7. NVIDIA’s Jensen Huang Envisions 7.5 Million AI Agents Across the Workforce
NVIDIA CEO Jensen Huang painted a striking vision of the near-future workforce at GTC 2026: a company of 75,000 human employees supported by 7.5 million AI agents — 100 AI agents for every person. Fortune and SiliconANGLE covered Huang’s keynote, which positioned NVIDIA as the full-stack provider for what he called the “AI factory” — from chips and networking to agent orchestration software and the recently open-sourced OpenShell secure runtime for autonomous agents.
The 100:1 agent-to-human ratio is both ambitious and provocative, raising questions about workforce displacement, agent reliability, and governance at scale. Huang framed the vision not as replacement but as amplification, arguing that AI agents will handle specialized tasks across software development, chip design, supply chain optimization, and customer operations. NVIDIA’s ecosystem play — owning the entire stack from silicon to agent runtime — positions it as the primary beneficiary if the agent revolution materializes at anything close to Huang’s projected scale.
Trend Watch
| Story | Impact | Why It Matters |
|---|---|---|
| Custom AI silicon race | High — NVIDIA’s GPU monopoly faces its first credible challenge from frontier labs | Anthropic’s Samsung talks signal that the largest AI customers are willing to invest billions to escape vendor lock-in. If successful, custom chips could reshape the unit economics of frontier AI training and inference. |
| Government equity in AI labs | High — Sets precedent for state ownership in private AI companies | OpenAI’s $42.6B offer blurs the line between private enterprise and public utility. How governments respond could define AI governance for the next decade. |
| Chinese AI catches up | High — Restructures the global AI competitive landscape | Zhipu’s GLM-5.2 proves that chip sanctions have not stopped — and may have accelerated — China’s AI progress. The two-track race is now a sprint. |
| Token pricing model under attack | Medium — Enterprise AI adoption may slow if economics don’t improve | Karp’s critique has resonance because enterprises are already questioning AI ROI. Pricing model evolution is likely inevitable. |
| Meta as AI cloud provider | Medium — Adds a powerful new competitor to the cloud oligopoly | Meta’s entry, combined with its open-source Llama models, could dramatically lower the cost of AI deployment for enterprises. |
What to Watch
Anthropic-Samsung Deal Details — Any formal announcement in the coming weeks could move markets and reshape the semiconductor landscape. Watch for specifics on chip architecture, production timelines, and whether the deal is exclusive.

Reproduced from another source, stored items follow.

"""``lbwork spectrum``: eigenvalues sector by sector, kept as a run."""

from __future__ import annotations

from pathlib import Path

from lbwork.cli.console import emit_json, emit_text, human_bytes, human_seconds, progress, say
from lbwork.cli.options import (
    Boundary,
    Fresh,
    JsonFlag,
    ModelName,
    RunsFolder,
    Settings,
    Sites,
    chosen_model,
    one_size,
)
from lbwork.spectrum import Spectrum, SpectrumOptions, cost_estimate
from lbwork.spectrum.cost import require_memory
from lbwork.store import RunStore
from lbwork.study import kept_spectrum, start_run
from lbwork.symmetry import SectorPlan, plan_sectors

NAME = "spectrum"


def announce(plan: SectorPlan) -> None:
    """Say what a full spectrum will cost, on stderr; refuse what cannot fit."""
    costs = cost_estimate(plan)
    largest = max(costs, key=lambda cost: cost.memory_bytes)
    say(
        f"{plan.model}: {len(costs)} sectors, largest {plan.largest}; about "
        f"{human_seconds(sum(cost.seconds for cost in costs))} and "
        f"{human_bytes(largest.memory_bytes)}"
    )
    for cost in costs:
        require_memory(cost.dimension, cost.real_matrix, cost.label)


def run(
    model: ModelName,
    sites: Sites = None,
    set_: Settings = None,
    boundary: Boundary = None,
    fresh: Fresh = False,
    json: JsonFlag = False,
    runs: RunsFolder = Path("runs"),
) -> None:
    """Eigenvalues of the generator, sector by sector; an interrupted run is taken up again."""
    chosen = chosen_model(model, one_size(sites), set_, boundary)
    plan = plan_sectors(chosen)
    announce(plan)
    options = SpectrumOptions()
    sectors = [sector.to_dict() for sector in plan.sectors]
    with start_run(
        RunStore(runs),
        NAME,
        chosen,
        options=options.to_dict(),
        plan=sectors,
        seed=options.seed,
        fresh=fresh,
    ) as writer:
        kept = len(writer.finished_sectors())
        if kept:
            say(f"taking up {writer.run_id}: {kept} of {len(sectors)} sectors are kept")
        with progress("spectrum", len(sectors)) as tell:
            spectrum = kept_spectrum(
                plan,
                writer,
                options=options,
                progress=lambda done, _, sector: tell(done, sector.label),
            )
        writer.finish()
        run_id = writer.run_id
    _print(spectrum, run_id, json)


def _print(spectrum: Spectrum, run_id: str, json: bool) -> None:
    if json:
        emit_json({**spectrum.to_dict(), "run": run_id})
        return
    emit_text(str(spectrum))
    emit_text(f"kept as {run_id}")
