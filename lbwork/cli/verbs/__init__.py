"""The verbs, in the order of the work. Each module has ``NAME`` and ``run``."""

from types import ModuleType

from lbwork.cli.verbs import (
    about,
    audit,
    catalogue,
    compare,
    count,
    export,
    figure,
    gap,
    inspect,
    levels,
    relax,
    runs,
    show,
    spectrum,
    steady,
)

__all__ = [
    "ALL",
    "about",
    "audit",
    "catalogue",
    "compare",
    "count",
    "export",
    "figure",
    "gap",
    "inspect",
    "levels",
    "relax",
    "runs",
    "show",
    "spectrum",
    "steady",
]

ALL: tuple[ModuleType, ...] = (
    catalogue,
    inspect,
    spectrum,
    levels,
    gap,
    steady,
    count,
    relax,
    audit,
    runs,
    show,
    compare,
    figure,
    export,
    about,
)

OpenAI’s Government Stake Proposal — Will the Trump administration accept? The response will signal how seriously Washington takes direct financial alignment with AI labs. Expect heated congressional hearings either way.

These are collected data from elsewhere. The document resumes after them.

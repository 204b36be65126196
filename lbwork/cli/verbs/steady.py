"""``lbwork steady``: the steady state, its profile, currents and certificate."""

from __future__ import annotations

from pathlib import Path
from typing import Annotated

import typer

from lbwork.cli.console import emit_json, emit_text, human_bytes, human_seconds, progress, say
from lbwork.cli.options import (
    Boundary,
    JsonFlag,
    ModelName,
    RunsFolder,
    Settings,
    Sites,
    chosen_model,
    one_size,
)
from lbwork.observables import observables_of, operator_from_words, state_from_words
from lbwork.steady import SteadyOptions, steady_cost, steady_state
from lbwork.store import RunStore
from lbwork.study import keep_result

NAME = "steady"
KEPT_ENTRIES = 2**22
"""Density matrices up to this many entries are kept with the run."""


def run(
    model: ModelName,
    sites: Sites = None,
    set_: Settings = None,
    boundary: Boundary = None,
    method: Annotated[
        str, typer.Option(help="matrix-free, factorised, filtered, or auto by size.")
    ] = "auto",
    splitting: Annotated[
        str, typer.Option(help="Of the matrix-free preconditioner: energy, no-jump or auto.")
    ] = "auto",
    observables: Annotated[
        bool, typer.Option(help="Profiles along x, y, z, energy currents, second Renyi entropy.")
    ] = False,
    entanglement: Annotated[
        bool, typer.Option(help="Entropies, operator entanglement and negativity of every cut too.")
    ] = False,
    operator: Annotated[
        list[str] | None,
        typer.Option(help="Expectation value, e.g. 'X Y@2' (first site). May be repeated."),
    ] = None,
    against: Annotated[
        list[str] | None,
        typer.Option(
            help="Compare with a state: mixed, neel, gibbs:0.5, '0 1 0', rho.npy. May be repeated."
        ),
    ] = None,
    json: JsonFlag = False,
    runs: RunsFolder = Path("runs"),
) -> None:
    """Steady state: magnetisation profile, spin current, zero modes, certificate."""
    options = SteadyOptions(method=method, splitting=splitting)
    chosen = chosen_model(model, one_size(sites), set_, boundary)
    # Words are read before the work, so that a slip costs nothing.
    operators = {words: operator_from_words(chosen, words) for words in operator or ()}
    cost = steady_cost(chosen)
    cost.require_fit(chosen.sites)
    references = {words: state_from_words(chosen, words) for words in against or ()}
    say(
        f"{chosen}: expected time {human_seconds(cost.seconds)}, "
        f"memory {human_bytes(cost.memory_bytes)}"
    )
    with progress("steady state", 1) as tell:
        result = steady_state(chosen, options=options, tell=lambda words: tell(0, words))
    document = result.to_dict()
    more = None
    if observables or entanglement or operators or references:
        more = observables_of(
            chosen,
            result.density,
            entanglement=entanglement,
            operators=operators,
            references=references,
        )
        document["observables"] = more.to_dict()
    small = result.density.size <= KEPT_ENTRIES
    run_id = keep_result(
        RunStore(runs),
        NAME,
        chosen,
        document,
        options={"method": method, "splitting": splitting},
        arrays={"density": result.density} if small else {},
    )
    if json:
        emit_json({**document, "run": run_id})
        return
    emit_text(str(result))
    if more is not None:
        emit_text(str(more))
    say(f"kept as {run_id}")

Chinese Model Benchmarks — As GLM-5.2 and successors continue to climb leaderboards, watch for Western lab responses: will they accelerate open-weight releases, or tighten their grip on proprietary models?

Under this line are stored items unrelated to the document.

"""``lbwork levels``: spacing statistics and the verdict, from a model or from a kept run."""

from __future__ import annotations

from pathlib import Path
from typing import Annotated

import typer

from lbwork.cli.console import emit_json, emit_text, progress, say
from lbwork.cli.options import (
    Boundary,
    JsonFlag,
    RunsFolder,
    Settings,
    Sites,
    chosen_model,
    one_size,
)
from lbwork.cli.verbs.spectrum import announce
from lbwork.errors import StoreError, UsageError
from lbwork.levels import LevelOptions, judge_levels, level_statistics
from lbwork.spectrum import Spectrum, SpectrumOptions, full_spectrum
from lbwork.store import RunFile, RunStore
from lbwork.study import keep_result, level_sequences, spectrum_of_run
from lbwork.symmetry import plan_sectors

NAME = "levels"


def _kept_run(word: str, store: RunStore) -> RunFile | None:
    """The run that ``word`` names, or None when it is no run."""
    if not word.startswith(("spectrum-", "audit-")):
        return None
    try:
        return store.open(word)
    except StoreError:
        if not store.folder.is_dir():
            return None
        raise


def _spectrum(
    word: str, store: RunStore, sites: str | None, settings: list[str] | None, boundary: str | None
) -> Spectrum:
    kept = _kept_run(word, store)
    if kept is not None:
        if sites is not None or settings or boundary is not None:
            raise UsageError(
                f"'{word}' is a kept run; --sites, --set and --boundary change models only"
            )
        return spectrum_of_run(kept)
    plan = plan_sectors(chosen_model(word, one_size(sites), settings, boundary))
    announce(plan)
    with progress("spectrum", len(plan.sectors)) as tell:
        return full_spectrum(
            plan,
            options=SpectrumOptions(),
            progress=lambda done, _, sector: tell(done, sector.label),
        )


def run(
    model: Annotated[
        str,
        typer.Argument(help="Catalogue name, model file, or id of a kept run.", metavar="MODEL"),
    ],
    sites: Sites = None,
    set_: Settings = None,
    boundary: Boundary = None,
    json: JsonFlag = False,
    runs: RunsFolder = Path("runs"),
) -> None:
    """Spacing statistics and the verdict: integrable or chaotic, and of which class."""
    store = RunStore(runs)
    spectrum = _spectrum(model, store, sites, set_, boundary)
    options = LevelOptions()
    statistics = level_statistics(level_sequences(spectrum), options)
    verdict = judge_levels(statistics)
    document = {
        **verdict.to_dict(),
        **statistics.to_dict(),
        "unresolved": [item.to_dict() for item in spectrum.plan.symmetries.unresolved],
    }
    arrays = {"ratios": statistics.ratios, "gap_ratios": statistics.gap_ratios}
    run_id = keep_result(
        store,
        NAME,
        spectrum.model,
        document,
        options={"seed": options.seed, "spectrum": SpectrumOptions().to_dict()},
        arrays={name: array for name, array in arrays.items() if array.size},
    )
    if json:
        emit_json({**document, "run": run_id})
        return
    emit_text(str(statistics))
    emit_text(f"\n{verdict}")
    for item in spectrum.plan.symmetries.unresolved:
        emit_text(f"unresolved {item.name}: {item.advice}")
    say(f"kept as {run_id}")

AI Tokenomics 2.0 — With “tokenmaxxing” declared dead by multiple industry voices, expect new pricing models to emerge. Usage-based pricing tied to business outcomes rather than raw token counts could be the next frontier.
Agent Infrastructure Build-Out — NVIDIA’s 7.5M-agent vision is only as good as the infrastructure underneath it. Watch for announcements around agent orchestration standards, security frameworks, and interoperability between competing agent platforms.